===== GIVEN RECORDS =====

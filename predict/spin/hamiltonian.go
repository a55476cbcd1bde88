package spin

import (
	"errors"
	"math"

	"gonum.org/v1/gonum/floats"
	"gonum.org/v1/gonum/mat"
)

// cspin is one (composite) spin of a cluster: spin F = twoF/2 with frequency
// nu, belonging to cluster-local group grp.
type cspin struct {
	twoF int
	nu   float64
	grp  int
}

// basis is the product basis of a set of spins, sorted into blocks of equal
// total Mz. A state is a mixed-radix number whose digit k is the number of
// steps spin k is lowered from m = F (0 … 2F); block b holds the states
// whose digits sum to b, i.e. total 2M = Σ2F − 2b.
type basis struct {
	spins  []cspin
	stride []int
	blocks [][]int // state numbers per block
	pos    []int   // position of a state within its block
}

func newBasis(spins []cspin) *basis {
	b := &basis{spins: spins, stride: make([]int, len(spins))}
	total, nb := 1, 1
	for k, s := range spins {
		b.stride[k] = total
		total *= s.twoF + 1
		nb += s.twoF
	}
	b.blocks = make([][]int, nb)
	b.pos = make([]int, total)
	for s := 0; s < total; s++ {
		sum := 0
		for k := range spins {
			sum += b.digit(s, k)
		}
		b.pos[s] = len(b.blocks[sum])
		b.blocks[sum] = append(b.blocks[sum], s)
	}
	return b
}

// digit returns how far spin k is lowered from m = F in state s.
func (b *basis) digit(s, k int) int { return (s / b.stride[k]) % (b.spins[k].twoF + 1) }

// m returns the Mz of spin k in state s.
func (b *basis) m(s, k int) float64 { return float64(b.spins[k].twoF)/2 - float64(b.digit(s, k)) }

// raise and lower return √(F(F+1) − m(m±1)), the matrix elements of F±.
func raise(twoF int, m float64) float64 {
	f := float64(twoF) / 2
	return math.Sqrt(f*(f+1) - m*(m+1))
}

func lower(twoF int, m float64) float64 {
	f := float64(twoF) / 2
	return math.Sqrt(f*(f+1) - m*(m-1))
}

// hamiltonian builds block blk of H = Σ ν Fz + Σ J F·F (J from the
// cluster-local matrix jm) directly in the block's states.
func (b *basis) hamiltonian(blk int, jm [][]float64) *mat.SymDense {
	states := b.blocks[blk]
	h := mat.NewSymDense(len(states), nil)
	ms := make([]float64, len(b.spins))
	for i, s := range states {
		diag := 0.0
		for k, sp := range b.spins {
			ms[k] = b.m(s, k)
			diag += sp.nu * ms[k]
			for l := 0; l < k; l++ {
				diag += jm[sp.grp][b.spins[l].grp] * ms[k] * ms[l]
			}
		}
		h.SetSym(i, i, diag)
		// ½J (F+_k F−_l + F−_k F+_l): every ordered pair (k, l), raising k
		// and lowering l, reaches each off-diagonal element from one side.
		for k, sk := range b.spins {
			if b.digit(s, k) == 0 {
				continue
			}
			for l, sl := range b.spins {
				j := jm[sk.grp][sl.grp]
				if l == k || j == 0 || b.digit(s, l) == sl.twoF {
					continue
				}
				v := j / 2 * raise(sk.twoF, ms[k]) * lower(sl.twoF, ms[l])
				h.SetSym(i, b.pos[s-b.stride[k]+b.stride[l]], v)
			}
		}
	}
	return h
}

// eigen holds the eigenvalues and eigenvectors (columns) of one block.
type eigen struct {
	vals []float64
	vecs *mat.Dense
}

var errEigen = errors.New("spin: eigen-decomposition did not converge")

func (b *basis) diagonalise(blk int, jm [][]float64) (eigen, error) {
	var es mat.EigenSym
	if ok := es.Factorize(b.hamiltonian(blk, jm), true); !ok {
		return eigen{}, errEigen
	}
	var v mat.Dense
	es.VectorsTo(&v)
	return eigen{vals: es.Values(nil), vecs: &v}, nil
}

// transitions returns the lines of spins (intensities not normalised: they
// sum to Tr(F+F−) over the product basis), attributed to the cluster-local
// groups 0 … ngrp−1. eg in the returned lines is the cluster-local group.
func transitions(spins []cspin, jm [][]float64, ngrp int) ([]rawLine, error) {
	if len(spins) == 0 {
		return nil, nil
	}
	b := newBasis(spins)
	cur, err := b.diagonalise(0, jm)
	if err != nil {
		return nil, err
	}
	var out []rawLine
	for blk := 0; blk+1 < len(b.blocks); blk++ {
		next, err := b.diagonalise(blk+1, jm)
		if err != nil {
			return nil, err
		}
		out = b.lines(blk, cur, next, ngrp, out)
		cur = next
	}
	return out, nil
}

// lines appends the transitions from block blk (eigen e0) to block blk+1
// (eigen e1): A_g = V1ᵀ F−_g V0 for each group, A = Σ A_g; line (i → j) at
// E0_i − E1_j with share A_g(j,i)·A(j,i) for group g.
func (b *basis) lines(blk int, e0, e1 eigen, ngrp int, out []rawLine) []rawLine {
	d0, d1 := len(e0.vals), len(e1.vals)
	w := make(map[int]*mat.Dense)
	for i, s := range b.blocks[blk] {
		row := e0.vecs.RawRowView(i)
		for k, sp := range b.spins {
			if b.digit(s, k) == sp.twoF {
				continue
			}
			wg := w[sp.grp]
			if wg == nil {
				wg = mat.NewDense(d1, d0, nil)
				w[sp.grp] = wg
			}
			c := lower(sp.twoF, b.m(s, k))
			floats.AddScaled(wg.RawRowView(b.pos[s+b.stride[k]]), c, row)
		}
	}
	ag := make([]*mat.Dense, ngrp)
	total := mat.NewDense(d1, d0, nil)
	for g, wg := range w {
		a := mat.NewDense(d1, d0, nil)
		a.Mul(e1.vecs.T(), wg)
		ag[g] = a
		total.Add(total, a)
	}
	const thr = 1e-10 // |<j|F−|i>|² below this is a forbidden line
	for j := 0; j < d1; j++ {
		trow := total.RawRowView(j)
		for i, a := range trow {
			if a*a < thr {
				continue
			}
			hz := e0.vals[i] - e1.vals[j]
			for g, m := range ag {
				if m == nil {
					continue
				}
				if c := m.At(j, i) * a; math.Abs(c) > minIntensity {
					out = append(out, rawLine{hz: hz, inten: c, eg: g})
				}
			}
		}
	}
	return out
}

=====

What is needed is one number, the count of lines in the listing above that contain the word "raise".

RESPONSE BELOW — 3